Prompt: All lines in the records below with the word "evaporation" must be returned.

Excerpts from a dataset

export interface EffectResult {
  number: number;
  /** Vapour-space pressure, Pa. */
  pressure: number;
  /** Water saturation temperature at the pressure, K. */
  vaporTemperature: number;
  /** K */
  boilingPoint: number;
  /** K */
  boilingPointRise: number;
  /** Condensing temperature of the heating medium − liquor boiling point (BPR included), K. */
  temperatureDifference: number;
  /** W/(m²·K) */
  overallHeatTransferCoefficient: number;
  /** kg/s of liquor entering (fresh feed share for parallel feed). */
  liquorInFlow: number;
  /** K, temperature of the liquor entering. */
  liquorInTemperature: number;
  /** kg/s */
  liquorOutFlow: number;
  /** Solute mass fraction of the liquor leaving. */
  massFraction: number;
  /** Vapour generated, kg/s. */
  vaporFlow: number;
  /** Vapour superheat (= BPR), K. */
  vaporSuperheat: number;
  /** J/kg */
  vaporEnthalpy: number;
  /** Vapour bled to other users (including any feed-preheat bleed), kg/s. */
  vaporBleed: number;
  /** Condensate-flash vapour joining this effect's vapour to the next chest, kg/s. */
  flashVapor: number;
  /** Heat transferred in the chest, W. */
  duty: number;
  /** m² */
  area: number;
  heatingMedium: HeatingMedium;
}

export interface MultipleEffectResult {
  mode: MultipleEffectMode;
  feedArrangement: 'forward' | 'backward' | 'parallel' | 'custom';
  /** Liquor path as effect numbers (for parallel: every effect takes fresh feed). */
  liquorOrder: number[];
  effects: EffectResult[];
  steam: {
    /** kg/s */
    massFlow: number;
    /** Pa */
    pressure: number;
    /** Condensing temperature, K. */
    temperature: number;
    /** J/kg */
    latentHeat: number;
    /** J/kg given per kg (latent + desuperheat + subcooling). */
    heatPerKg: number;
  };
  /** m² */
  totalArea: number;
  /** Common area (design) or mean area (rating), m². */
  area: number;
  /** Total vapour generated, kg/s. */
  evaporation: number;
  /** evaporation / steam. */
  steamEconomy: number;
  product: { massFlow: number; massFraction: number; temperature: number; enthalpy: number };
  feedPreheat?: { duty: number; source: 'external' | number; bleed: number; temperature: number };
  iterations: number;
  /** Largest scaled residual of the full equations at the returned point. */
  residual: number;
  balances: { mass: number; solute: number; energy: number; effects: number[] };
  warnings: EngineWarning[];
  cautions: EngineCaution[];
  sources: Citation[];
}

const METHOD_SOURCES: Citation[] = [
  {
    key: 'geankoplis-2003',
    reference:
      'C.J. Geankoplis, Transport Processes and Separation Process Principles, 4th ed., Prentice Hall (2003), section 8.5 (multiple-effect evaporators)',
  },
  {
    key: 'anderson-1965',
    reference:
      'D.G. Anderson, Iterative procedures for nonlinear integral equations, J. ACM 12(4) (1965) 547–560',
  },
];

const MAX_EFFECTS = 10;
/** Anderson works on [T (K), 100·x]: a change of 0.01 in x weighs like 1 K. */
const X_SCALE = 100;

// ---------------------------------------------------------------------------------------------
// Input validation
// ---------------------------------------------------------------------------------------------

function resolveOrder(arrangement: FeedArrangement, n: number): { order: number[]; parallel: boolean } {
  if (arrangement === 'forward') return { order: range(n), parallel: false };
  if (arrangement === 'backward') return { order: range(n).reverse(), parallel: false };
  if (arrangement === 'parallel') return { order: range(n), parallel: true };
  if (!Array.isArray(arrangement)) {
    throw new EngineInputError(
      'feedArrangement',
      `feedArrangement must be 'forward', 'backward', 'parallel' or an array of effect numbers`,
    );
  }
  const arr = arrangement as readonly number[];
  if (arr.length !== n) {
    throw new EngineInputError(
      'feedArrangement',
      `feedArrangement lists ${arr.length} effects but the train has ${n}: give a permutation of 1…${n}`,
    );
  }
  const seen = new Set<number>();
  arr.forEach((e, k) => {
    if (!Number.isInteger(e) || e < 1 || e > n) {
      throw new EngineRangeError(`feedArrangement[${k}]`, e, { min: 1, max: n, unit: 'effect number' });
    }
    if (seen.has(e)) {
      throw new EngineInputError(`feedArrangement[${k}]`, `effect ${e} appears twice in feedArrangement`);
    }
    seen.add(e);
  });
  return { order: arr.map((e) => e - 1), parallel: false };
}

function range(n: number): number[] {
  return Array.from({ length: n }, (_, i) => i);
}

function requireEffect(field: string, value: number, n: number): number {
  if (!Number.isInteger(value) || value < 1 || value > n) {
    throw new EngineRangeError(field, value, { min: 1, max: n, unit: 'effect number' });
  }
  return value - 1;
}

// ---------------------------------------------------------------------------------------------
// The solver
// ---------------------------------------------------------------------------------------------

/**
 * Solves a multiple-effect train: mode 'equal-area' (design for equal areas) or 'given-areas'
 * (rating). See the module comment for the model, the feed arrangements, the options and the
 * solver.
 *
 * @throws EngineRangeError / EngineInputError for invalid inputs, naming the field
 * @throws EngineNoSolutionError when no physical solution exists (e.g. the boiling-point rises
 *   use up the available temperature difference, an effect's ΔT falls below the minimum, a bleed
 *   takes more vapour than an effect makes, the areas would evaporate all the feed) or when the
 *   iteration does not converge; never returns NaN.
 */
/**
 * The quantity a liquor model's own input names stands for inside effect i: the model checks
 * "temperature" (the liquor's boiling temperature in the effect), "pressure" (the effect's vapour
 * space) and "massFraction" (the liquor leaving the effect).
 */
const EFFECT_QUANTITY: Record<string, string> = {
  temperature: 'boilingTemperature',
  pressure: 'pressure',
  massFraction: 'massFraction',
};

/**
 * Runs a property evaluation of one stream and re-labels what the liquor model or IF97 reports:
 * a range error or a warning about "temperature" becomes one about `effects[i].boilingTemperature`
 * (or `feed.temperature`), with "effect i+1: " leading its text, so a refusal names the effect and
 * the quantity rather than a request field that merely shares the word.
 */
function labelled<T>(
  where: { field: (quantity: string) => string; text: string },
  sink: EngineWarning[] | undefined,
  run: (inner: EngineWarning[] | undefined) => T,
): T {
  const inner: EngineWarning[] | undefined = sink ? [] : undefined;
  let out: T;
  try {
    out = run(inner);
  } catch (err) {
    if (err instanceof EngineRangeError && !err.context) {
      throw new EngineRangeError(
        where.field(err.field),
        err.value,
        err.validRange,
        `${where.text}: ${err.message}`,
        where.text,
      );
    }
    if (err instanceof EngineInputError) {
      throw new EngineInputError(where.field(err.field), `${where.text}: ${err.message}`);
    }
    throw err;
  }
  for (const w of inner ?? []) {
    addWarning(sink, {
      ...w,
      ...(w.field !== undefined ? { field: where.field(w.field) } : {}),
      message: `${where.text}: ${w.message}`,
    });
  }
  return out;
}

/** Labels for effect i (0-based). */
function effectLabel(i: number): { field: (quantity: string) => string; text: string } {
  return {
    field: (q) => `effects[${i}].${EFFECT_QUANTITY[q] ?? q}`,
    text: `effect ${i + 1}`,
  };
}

Result for this exercise:
  evaporation: number;
  /** evaporation / steam. */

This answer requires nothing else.